Catholic ecclesiastical territory

The Roman Catholic Diocese of Joaçaba (Dioecesis Ioassabensis) is located in the ecclesiastical province of Chapecó, in Santa Catarina state, Brazil. The seat of the diocese is the Cathedral of St. Therese of the Child of Jesus, Joaçaba.

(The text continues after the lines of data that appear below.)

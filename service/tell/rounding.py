"""Numbers rounded as their uncertainty deserves. Pure.

A figure is rounded to a step of 1 or 5 times a power of ten that is at most a quarter of the width of its
interval, so that rounding moves it by at most an eighth of that width. It keeps at least its first digit, and
is given no more than three.
"""

import math
from dataclasses import dataclass

SHARE_OF_WIDTH = 0.25
FIRST_TO_THIRD_DIGIT = 100.0
# A level below this is none: one count in a billion intervals.
NOTHING = 1e-9
UNITS = (5.0, 1.0)


@dataclass(frozen=True, slots=True)
class Between:
    """A figure and the interval it lies in."""

    value: float
    low: float
    high: float


def rounded(figure: Between, *, finest: float = math.inf) -> str:
    """The figure in words, with commas between thousands.

    `finest` is a difference that must stay to be seen: the step is at most a quarter of it.
    """
    if not math.isfinite(figure.value):
        return "unknown"
    if abs(figure.value) < NOTHING:
        return "0"
    step = step_of(figure, finest=finest)
    decimals = max(0, -math.floor(math.log10(step) + 1e-9))
    shown = round(figure.value / step) * step
    # The largest floats round up to infinity.
    return f"{shown:,.{decimals}f}" if math.isfinite(shown) else "unknown"


def step_of(figure: Between, *, finest: float = math.inf) -> float:
    """The step to which a figure other than 0 is rounded."""
    first_digit = math.pow(10.0, math.floor(math.log10(abs(figure.value))))
    third_digit = first_digit / FIRST_TO_THIRD_DIGIT
    width = figure.high - figure.low
    wanted = min(width if math.isfinite(width) else 0.0, finest) * SHARE_OF_WIDTH
    return min(max(_at_most(wanted), third_digit), first_digit)


def _at_most(wanted: float) -> float:
    """The largest step of 1 or 5 times a power of ten that is not above what is wanted; 0 for none."""
    if wanted <= 0:
        return 0.0
    power = math.pow(10.0, math.floor(math.log10(wanted)))
    return next((unit * power for unit in UNITS if unit * power <= wanted), power)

It is bordered by the Catarinense dioceses of Chapecó, Caçador and Lages, as well as the dioceses of Erexim and Vacaria on the south and the diocese of Palmas–Francisco Beltrão on the north.

==History==
- 12 June 1975: Established from the dioceses of Caçador, Chapecó and Lages.

==Bishops==
- Bishops of Joaçaba (Roman rite)
  - Mario Marquez, OFMCap (2010.12.22 – present); formerly Auxiliary bishop of the Diocese of Vitoria, Brazil
  - Walmir Alberto Valle, IMC (2003.04.09 – 2010.04.14)
  - Osório Bebber, OFMCap (1999.03.17 – 2003.04.09)
  - Henrique Müller, OFM (1975.06.27 – 1999.03.17)

===Coadjutor bishop===
- Walmir Alberto Valle, IMC (2002-2003)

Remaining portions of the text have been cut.